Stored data

==*==

package series

import (
	"bytes"
	"math"
	"reflect"
	"testing"
)

// FuzzReadCSV: any input gives a frame or a *DataError, never a panic,
// and a frame obeys the invariants of ReadCSV.
func FuzzReadCSV(f *testing.F) {
	for _, s := range []string{
		"date,x\n1990,1\n1991,2\n",
		"date;x;y\r\n1990Q1;1;NA\r\n1990Q2;.;2\r\n",
		"\xEF\xBB\xBFx\ty\n1\t2\n",
		"date,x\n2020-01-31,1\n2020-02-03,nan\n",
		",a\n1990M1,1\n1990M2,\"2\"\n",
		"date,x\n1990Q1,1\n1990Q3,2\n",
	} {
		f.Add([]byte(s))
	}
	f.Fuzz(func(t *testing.T, data []byte) {
		fr, err := ReadCSV(bytes.NewReader(data), "f.csv")
		if err != nil {
			if _, ok := err.(*DataError); !ok {
				t.Fatalf("error of type %T: %v", err, err)
			}
			return
		}
		n := fr.Len()
		if n == 0 || len(fr.Lines) != n || len(fr.cols) != len(fr.Names) {
			t.Fatalf("inconsistent frame: %d dates, %d lines, %d cols, %d names", n, len(fr.Lines), len(fr.cols), len(fr.Names))
		}
		for _, c := range fr.cols {
			if len(c) != n {
				t.Fatalf("column of %d values for %d rows", len(c), n)
			}
			for _, v := range c {
				if math.IsInf(v, 0) {
					t.Fatal("infinite value loaded")
				}
			}
		}
		for i := 1; i < n; i++ {
			if fr.Dates[i].Freq != fr.Freq || !fr.Dates[i-1].Before(fr.Dates[i]) || fr.Lines[i] <= fr.Lines[i-1] {
				t.Fatalf("rows %d, %d out of order", i-1, i)
			}
			if fr.Freq != Daily && fr.Dates[i].Index() != fr.Dates[i-1].Index()+1 {
				t.Fatalf("gap between rows %d and %d", i-1, i)
			}
		}
	})
}

// FuzzParseExpr: parsing never panics, and the canonical form of a
// parsed expression parses back to the same tree.
func FuzzParseExpr(f *testing.F) {
	for _, s := range []string{
		"dlog(gdp)", "100*diff(log(p), 4) - lag(r, -1)", "-a^-b^2", "`odd name` / (1e-3 + .5)",
		"sdiff(x, 12)", "abs(sqrt(x))+exp(-y)", "((x))", "a--b", "`a``b`",
	} {
		f.Add(s)
	}
	f.Fuzz(func(t *testing.T, s string) {
		e, err := ParseExpr(s)
		if err != nil {
			if _, ok := err.(*ExprError); !ok {
				t.Fatalf("error of type %T", err)
			}
			return
		}
		c := e.String()
		e2, err := ParseExpr(c)
		if err != nil {
			t.Fatalf("canonical form %q of %q does not parse: %v", c, s, err)
		}
		if !reflect.DeepEqual(e, e2) {
			t.Fatalf("canonical form %q of %q parses to another tree", c, s)
		}
		if e2.String() != c {
			t.Fatalf("canonical form not stable: %q → %q", c, e2.String())
		}
	})
}

// FuzzParseDate: a parsed date prints in a form that parses back to
// the same date; Add and Index agree.
func FuzzParseDate(f *testing.F) {
	for _, s := range []string{"1990", "1990Q1", "1990-q4", "1990-01", "1990M1", "1990m12", "1990-01-31", "2000-02-29", "1000-01-01", "9999Q4"} {
		f.Add(s)
	}
	f.Fuzz(func(t *testing.T, s string) {
		d, err := ParseDate(s)
		if err != nil {
			return
		}
		d2, err := ParseDate(d.String())
		if err != nil || !d2.Equal(d) || d2.Freq != d.Freq {
			t.Fatalf("%q → %s → %v, %v", s, d, d2, err)
		}
		if d.Add(3).Index() != d.Index()+3 || !d.Before(d.Add(1)) {
			t.Fatalf("%q: Add/Index disagree", s)
		}
	})
}
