// Package series holds dated time series: their dates and frequencies,
// loading from delimited text and spreadsheets, series expressions
// (log, diff, lag, …) and sample windows.
package series

import (
	"strconv"
	"time"
)

// Freq is the sampling frequency of a series.
type Freq int

const (
	Undated   Freq = iota // observations numbered 1, 2, …
	Annual                // 1990
	Quarterly             // 1990Q1
	Monthly               // 1990-01
	Daily                 // 1990-01-31 (may skip days, e.g. business days)
)

func (f Freq) String() string {
	switch f {
	case Annual:
		return "annual"
	case Quarterly:
		return "quarterly"
	case Monthly:
		return "monthly"
	case Daily:
		return "daily"
	default:
		return "undated"
	}
}

// PerYear is the number of periods in a year (0 for Daily and Undated).
func (f Freq) PerYear() int {
	switch f {
	case Annual:
		return 1
	case Quarterly:
		return 4
	case Monthly:
		return 12
	}
	return 0
}

// Date is one observation date. For Annual, Quarterly and Monthly data,
// Year and Sub (quarter 1–4, month 1–12; 1 for annual) identify it; a
// Daily date (made by DailyDate) is its calendar day, Day; for Undated
// data Sub is the observation number. A Date holds no pointer and is
// compared with ==: a frame's dates cost 32 bytes a row and are not
// scanned by the garbage collector.
type Date struct {
	Freq Freq
	Year int
	Sub  int
	day  int32 // Daily: days since 1970-01-01
}

// DailyDate is the Daily date of t's calendar day (in t's location).
func DailyDate(t time.Time) Date {
	u := time.Date(t.Year(), t.Month(), t.Day(), 0, 0, 0, 0, time.UTC)
	return Date{Freq: Daily, day: int32(u.Unix() / 86400)}
}

// Day is a Daily date's day at midnight UTC (the zero time for other
// frequencies).
func (d Date) Day() time.Time {
	if d.Freq != Daily {
		return time.Time{}
	}
	return time.Unix(int64(d.day)*86400, 0).UTC()
}

// String formats the date in the canonical form for its frequency:
// 1990, 1990Q1, 1990-01, 1990-01-31, or the observation number.
func (d Date) String() string {
	// strconv rather than fmt: a results file writes one per observation
	switch d.Freq {
	case Annual:
		return strconv.Itoa(d.Year)
	case Quarterly:
		return strconv.Itoa(d.Year) + "Q" + strconv.Itoa(d.Sub)
	case Monthly:
		if d.Sub >= 0 && d.Sub < 10 {
			return strconv.Itoa(d.Year) + "-0" + strconv.Itoa(d.Sub)
		}
		return strconv.Itoa(d.Year) + "-" + strconv.Itoa(d.Sub)
	case Daily:
		day := d.Day()
		y, m, dd := day.Date()
		if y < 0 || y > 9999 {
			return day.Format("2006-01-02")
		}
		b := make([]byte, 10)
		b[0], b[1], b[2], b[3] = byte('0'+y/1000), byte('0'+y/100%10), byte('0'+y/10%10), byte('0'+y%10)
		b[4], b[5], b[6] = '-', byte('0'+int(m)/10), byte('0'+int(m)%10)
		b[7], b[8], b[9] = '-', byte('0'+dd/10), byte('0'+dd%10)
		return string(b)
	default:
		return strconv.Itoa(d.Sub)
	}
}

// Decimal is the date as a fractional year (period start), for plotting:
// 1990Q2 → 1990.25, 1990-03 → 1990.1667. Undated: the observation number.
func (d Date) Decimal() float64 {
	switch d.Freq {
	case Annual:
		return float64(d.Year)
	case Quarterly:
		return float64(d.Year) + float64(d.Sub-1)/4
	case Monthly:
		return float64(d.Year) + float64(d.Sub-1)/12
	case Daily:
		day := d.Day()
		start := time.Date(day.Year(), 1, 1, 0, 0, 0, 0, time.UTC)
		end := time.Date(day.Year()+1, 1, 1, 0, 0, 0, 0, time.UTC)
		return float64(day.Year()) + float64(day.Sub(start))/float64(end.Sub(start))
	default:
		return float64(d.Sub)
	}
}

// Series is a named, dated sequence of values. Missing values are NaN.
type Series struct {
	Name   string
	Dates  []Date
	Values []float64
}

// Len is the number of observations.
func (s *Series) Len() int { return len(s.Values) }
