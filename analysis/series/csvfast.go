package series

import (
	"bytes"
	"strings"
)

// ReadCSVBytes is ReadCSV on a file already in memory.
func ReadCSVBytes(raw []byte, source string) (*Frame, error) {
	return ReadCSVBytesAs(raw, source, Undated)
}

// ReadCSVBytesAs is ReadCSVAs on a file already in memory: the same
// rules, the same frame and the same errors. A file without quotes and
// without a carriage return other than before a line feed — what
// numbers-only data files are — is split in place: the rows are counted
// first so that every column, the dates and the line numbers are
// allocated once, and the fields are substrings of one copy of the
// file. Any other file goes through ReadCSVAs (encoding/csv).
func ReadCSVBytesAs(raw []byte, source string, freq Freq) (*Frame, error) {
	if f, err, ok := readPlainCSV(raw, source, freq); ok {
		return f, err
	}
	return ReadCSVAs(bytes.NewReader(raw), source, freq)
}

// plainCSV reports whether raw can be split without encoding/csv's
// quoting rules: no quote at all, and every carriage return directly
// before a line feed (encoding/csv drops those; any other one is data).
func plainCSV(raw []byte) bool {
	if bytes.IndexByte(raw, '"') >= 0 {
		return false
	}
	for i := bytes.IndexByte(raw, '\r'); i >= 0; {
		if i+1 >= len(raw) || raw[i+1] != '\n' {
			return false
		}
		j := bytes.IndexByte(raw[i+1:], '\r')
		if j < 0 {
			break
		}
		i += 1 + j
	}
	return true
}

// readPlainCSV reads a plain file (see plainCSV) as ReadCSVAs would; ok
// is false when the file is not plain or has no header row, and the
// caller must use the general reader.
func readPlainCSV(raw []byte, source string, freq Freq) (f *Frame, err error, ok bool) {
	if bytes.HasPrefix(raw, []byte("\xEF\xBB\xBF")) {
		raw = raw[3:]
	}
	if !plainCSV(raw) {
		return nil, nil, false
	}
	head := raw
	if len(head) > 64<<10 { // the general reader looks at this much
		head = head[:64<<10]
	}
	comma := byte(detectDelimiter(head))
	s := string(raw) // one copy; every field is a substring of it
	t := newTable(source, freq)
	t.rowsHint = strings.Count(s, "\n") + 1
	var fields []string
	line, header := 0, false
	for len(s) > 0 {
		line++
		var l string
		if i := strings.IndexByte(s, '\n'); i >= 0 {
			l, s = s[:i], s[i+1:]
		} else {
			l, s = s, ""
		}
		if n := len(l); n > 0 && l[n-1] == '\r' {
			l = l[:n-1]
		}
		if l == "" { // encoding/csv skips empty lines
			continue
		}
		fields = fields[:0]
		for {
			i := strings.IndexByte(l, comma)
			if i < 0 {
				fields = append(fields, l)
				break
			}
			fields = append(fields, l[:i])
			l = l[i+1:]
		}
		if !header {
			if err := t.setHeader(fields, line); err != nil {
				return nil, err, true
			}
			header = true
			continue
		}
		if err := t.addRow(fields, line); err != nil {
			return nil, err, true
		}
	}
	if !header {
		return nil, nil, false
	}
	f, err = t.finish()
	return f, err, true
}
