package series

// buildSheet hands the rows of a sheet to FromCells.
func buildSheet(source, sheet string, rows []xrow, wb *workbook) (*Frame, error) {
	out := make([]CellRow, len(rows))
	for i, r := range rows {
		cells := make([]Cell, len(r.cells))
		for j, c := range r.cells {
			cells[j] = Cell{Text: c.text, Number: c.num, IsNumber: c.isNum, DateFormat: c.isDate}
			if c.isNum {
				cells[j].Day, _ = serialDay(c.num, wb.date1904)
			}
		}
		out[i] = CellRow{Line: r.n, Cells: cells}
	}
	return FromCells(source, sheet, out)
}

==*==

▶ **Goal of the exercise**
Keep only those lines of the records that hold "every", and return them.

▶ **Answer to the exercise**
// first so that every column, the dates and the line numbers are
// quoting rules: no quote at all, and every carriage return directly
	s := string(raw) // one copy; every field is a substring of it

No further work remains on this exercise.